Lab 08: Cleansing and Transforming Real Estate Data in Unity Catalog

Introduction

In this lab, you take on the role of a data engineer at Pristine Properties, a real estate brokerage operating across major Dutch cities. The company has ingested raw property listings from multiple agent offices and satellite databases, but the data is messy: prices lack precision, listings are duplicated with updated versions, key fields contain nulls, and market statistics are delivered in a wide-column format that makes trend analysis difficult.

Your job is to clean, type-check, and reshape the data so it can reliably feed pricing dashboards and market analysis models.

You work through the following exercises:

Exercise Topic
Exercise 1 Set up the Pristine Properties Platform
Exercise 2 Profile the listings data
Exercise 3 Choose the right data types
Exercise 4 Handle duplicates and missing values
Exercise 5 Join listings with agents and sales data
Exercise 6 Pivot and unpivot market statistics

🤖 Databricks Assistant — Use it always

Throughout every exercise in this lab, you are expected and encouraged to use the Databricks Assistant. Every notebook cell includes a suggested prompt to get you started.
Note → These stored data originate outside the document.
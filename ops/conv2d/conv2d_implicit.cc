// Convolution as a matrix product whose left side is never built: the product reads, for each
// output pixel, its window in pieces ("taps") through a table of pointers made anew for each
// strip of pixels. Taps in the padding point at a buffer of zeros. Any stride, dilation, padding
// and number of groups; each group is a product of its own.
//
// A tap is the channels of one input pixel. Where the pixels of a kernel row lie side by side in
// memory (no dilation, no groups) and none is in the padding, the whole kernel row is one tap,
// which makes few and long sums of what would be many short ones. Images of few channels (the
// first layer) are copied once with zeros at their sides to get there.
#include <algorithm>

#include "core/threads.h"
#include "ops/conv2d/conv2d.h"
#include "ops/simd/matrix.h"
#include "ops/simd/pack.h"
#include "ops/simd/target.h"
#include "ops/strategy_of.h"

namespace leadsman::ops {
namespace {

// With this many channels or fewer the copy with zeros at the sides pays.
constexpr std::int64_t kFewChannels = 8;

// How a window is cut into taps.
enum class Taps {
  kWholeImage,  ///< 1x1, stride 1, no padding: the image is the left side as it lies
  kPixels,      ///< one tap a pixel
  kRows,        ///< one tap a kernel row, none of which reaches into the padding at the sides
  kPaddedRows,  ///< the same after a copy with zeros at the sides
};

Taps choose_taps(const Conv2dGeometry& g) {
  const bool one = g.kernel_h == 1 && g.kernel_w == 1;
  const bool padded = g.pad_top > 0 || g.pad_left > 0 || g.pad_bottom > 0 || g.pad_right > 0;
  if (one && g.stride_h == 1 && g.stride_w == 1 && !padded) return Taps::kWholeImage;
  if (one || g.groups > 1 || g.dilation_w > 1) return Taps::kPixels;
  const bool reaches = g.pad_left > 0 || (g.out_w - 1) * g.stride_w + g.kernel_w > g.w;
  if (!reaches) return Taps::kRows;
  return g.c <= kFewChannels ? Taps::kPaddedRows : Taps::kPixels;
}

class ImplicitKernel final : public Kernel {
 public:
  ImplicitKernel(const OpContext& context, const Epilogue& epilogue)
      : g_(context),
        activation_(epilogue.activation),
        mode_(choose_taps(g_)),
        by_rows_(mode_ == Taps::kRows || mode_ == Taps::kPaddedRows),
        taps_(by_rows_ ? g_.kernel_h : g_.kernel_h * g_.kernel_w),
        tap_floats_(by_rows_ ? g_.kernel_w * g_.c : g_.group_in()),
        rows_(g_.n * g_.out_h * g_.out_w),
        padded_w_(g_.w + g_.pad_left + g_.pad_right),
        tasks_(rows_, taps_ * tap_floats_, g_.group_out()),
        zeros_(tap_floats_) {
    simd::choose_target();
    const float* weight = context.weight("weight")->data();
    const Tensor* bias = context.weight("bias");
    const std::int64_t group_weights = g_.group_out() * g_.group_in() * g_.kernel_h * g_.kernel_w;
    for (std::int64_t group = 0; group < g_.groups; ++group) {
      packed_.emplace_back(weight + group * group_weights,
                           bias == nullptr ? nullptr : bias->data() + group * g_.group_out(),
                           g_.group_out(), g_.group_in(), g_.kernel_h * g_.kernel_w);
    }
  }

  std::size_t workspace_bytes(int threads) const override {
    return copy_bytes() + static_cast<std::size_t>(threads) * table_bytes();
  }
  std::size_t packed_bytes() const override {
    std::size_t bytes = zeros_.bytes();
    for (const simd::PackedMatrix& each : packed_) bytes += each.bytes();
    return bytes;
  }

  void run(const KernelCall& call) const override {
    const float* image = call.inputs[0].data;
    if (mode_ == Taps::kPaddedRows) image = copy_padded(call);
    std::byte* tables = call.workspace + copy_bytes();
    parallel_for(call.threads, g_.groups * tasks_.count(), [&](std::int64_t task, int worker) {
      const std::int64_t group = task / tasks_.count();
      const std::int64_t strip = task % tasks_.count() / tasks_.groups;
      const std::int64_t panels = task % tasks_.groups * tasks_.group_panels;
      const std::int64_t row = strip * tasks_.strip_rows;
      const std::int64_t column = panels * simd::kPanel;
      const auto& packed = packed_[static_cast<std::size_t>(group)];

      simd::MatrixCall product;
      product.taps = taps_;
      product.depth = tap_floats_;
      product.rows = std::min(tasks_.strip_rows, rows_ - row);
      if (mode_ == Taps::kWholeImage) {
        product.a = image + row * g_.c + group * g_.group_in();
        product.a_stride = g_.c;
      } else {
        auto* table = reinterpret_cast<const float**>(tables + static_cast<std::size_t>(worker) *
                                                                   table_bytes());
        fill_table(image + group * g_.group_in(), row, product.rows, table);
        product.table = table;
        product.table_stride = tasks_.strip_rows;
      }
      product.panels = packed.panels() + column * taps_ * tap_floats_;
      product.bias = packed.bias() + column;
      product.next_panels = simd::next_panels(tasks_, task % tasks_.count(), call.threads,
                                              packed.panels(), taps_ * tap_floats_);
      product.cols = std::min(tasks_.group_panels * simd::kPanel, g_.group_out() - column);
      const std::int64_t at = row * g_.out_c + group * g_.group_out() + column;
      product.c = call.output.data + at;
      product.c_stride = g_.out_c;
      product.residual = call.residual == nullptr ? nullptr : call.residual + at;
      product.activation = activation_;
      simd::matrix_product(product);
    });
  }

 private:
  std::size_t copy_bytes() const {
    if (mode_ != Taps::kPaddedRows) return 0;
    return simd::aligned_floats_bytes(g_.n * g_.h * padded_w_ * g_.c);
  }
  std::size_t table_bytes() const {
    if (mode_ == Taps::kWholeImage) return 0;
    return aligned_bytes(static_cast<std::size_t>(taps_ * tasks_.strip_rows) *
                         sizeof(const float*));
  }

  const float* copy_padded(const KernelCall& call) const {
    auto* copy = reinterpret_cast<float*>(call.workspace);
    constexpr std::int64_t kTaskRows = 32;
    const std::int64_t rows = g_.n * g_.h;
    parallel_for(call.threads, (rows + kTaskRows - 1) / kTaskRows, [&](std::int64_t task, int) {
      const std::int64_t end = std::min(rows, (task + 1) * kTaskRows);
      for (std::int64_t row = task * kTaskRows; row < end; ++row) {
        float* to = std::fill_n(copy + row * padded_w_ * g_.c, g_.pad_left * g_.c, 0.0F);
        to = std::copy_n(call.inputs[0].data + row * g_.w * g_.c, g_.w * g_.c, to);
        std::fill_n(to, g_.pad_right * g_.c, 0.0F);
      }
    });
    return copy;
  }

  // table[tap * strip_rows + r]: where tap `tap` of output pixel first + r begins.
  void fill_table(const float* image, std::int64_t first, std::int64_t count,
                  const float** table) const {
    for (std::int64_t r = 0; r < count;) {
      const std::int64_t row = (first + r) / g_.out_w;
      const std::int64_t j = (first + r) % g_.out_w;
      const std::int64_t some = std::min(count - r, g_.out_w - j);
      fill_line(image, row / g_.out_h, row % g_.out_h, j, some, table + r);
      r += some;
    }
  }

  // The same for `count` pixels from column j of output row i of image n.
  void fill_line(const float* image, std::int64_t n, std::int64_t i, std::int64_t j,
                 std::int64_t count, const float** table) const {
    const bool padded = mode_ == Taps::kPaddedRows;
    const std::int64_t width = padded ? padded_w_ : g_.w;
    const std::int64_t pad_left = padded ? 0 : g_.pad_left;
    const std::int64_t taps_w = by_rows_ ? 1 : g_.kernel_w;
    const std::int64_t step = g_.stride_w * g_.c;
    for (std::int64_t u = 0; u < g_.kernel_h; ++u) {
      const std::int64_t y = i * g_.stride_h + u * g_.dilation_h - g_.pad_top;
      const bool inside = y >= 0 && y < g_.h;
      const float* line = image + ((n * g_.h + (inside ? y : 0)) * width) * g_.c;
      for (std::int64_t v = 0; v < taps_w; ++v) {
        const std::int64_t x = j * g_.stride_w + v * g_.dilation_w - pad_left;
        // Pixels [begin, end) read the image, those before and behind them the padding.
        const std::int64_t begin = !inside  ? count
                                   : x >= 0 ? 0
                                            : std::min(count, (g_.stride_w - 1 - x) / g_.stride_w);
        const std::int64_t end =
            x >= width ? begin : std::clamp((width - 1 - x) / g_.stride_w + 1, begin, count);
        std::fill_n(table, begin, zeros_.data());
        std::int64_t at = (x + begin * g_.stride_w) * g_.c;
        for (std::int64_t r = begin; r < end; ++r, at += step) table[r] = line + at;
        std::fill_n(table + end, count - end, zeros_.data());
        table += tasks_.strip_rows;
      }
    }
  }

  Conv2dGeometry g_;
  Activation activation_;
  Taps mode_;
  bool by_rows_;
  std::int64_t taps_;
  std::int64_t tap_floats_;
  std::int64_t rows_;  ///< output pixels of the whole batch
  std::int64_t padded_w_;
  simd::MatrixTasks tasks_;
  simd::AlignedFloats zeros_;
  std::vector<simd::PackedMatrix> packed_;  ///< one a group
};

}  // namespace

const Strategy& conv2d_implicit() {
  static const StrategyOf<ImplicitKernel> instance("implicit");
  return instance;
}

}  // namespace leadsman::ops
The Assistant is your pair programmer — use it to generate code, explain error messages, explore alternatives, and validate your approach.

To open the Databricks Assistant, select the assistant-icon on the right side of any notebook cell, or use the keyboard shortcut.


Prerequisites

  • An Azure Databricks Premium workspace is already provisioned and available.
  • You are familiar with basic SQL and Python/PySpark concepts.

Importing the Notebook

  1. In the Databricks workspace, click Workspace in the left sidebar.

  2. Navigate to or create a folder where you want to store the lab.

  3. Click the â‹® (kebab) menu or right-click the folder, then select Import.

  4. Choose URL, enter the following URL, and click Import: https://raw.githubusercontent.com/MicrosoftLearning/DP-750T00-Implement-Data-Engineering-Solutions-using-Azure-Databricks/refs/heads/main/Allfiles/08-cleanse-transform-load-data-into-unity-catalog.ipynb

  5. Open the imported notebook and, in the compute selector at the top, choose Serverless compute.


Non-notebook task: Create a data profile in Catalog Explorer

After completing Exercise 1 (the environment setup), you can create a data profile for the realestate_lab.bronze.listings table using the Unity Catalog UI. This is a UI-based task and does not require any code.

  1. Open Catalog Explorer from the left navigation pane.
  2. Navigate to the realestate_lab catalog → bronze schema → listings table.
  3. Select the Quality tab.
  4. Click Configure to enable data profiling.
  5. Choose Snapshot as the profile type — this is suitable for a general-purpose table like listings.
  6. Click Save and run to generate the first profile.
  7. After the profile completes, explore the generated metrics. Look at:
    • Null counts — which columns have the most missing values?
    • Distinct counts — are there any columns where unexpected values appear?
    • Value distributions — what is the spread of list_price values?

This gives you a visual and statistical overview of the data before you begin cleaning it programmatically.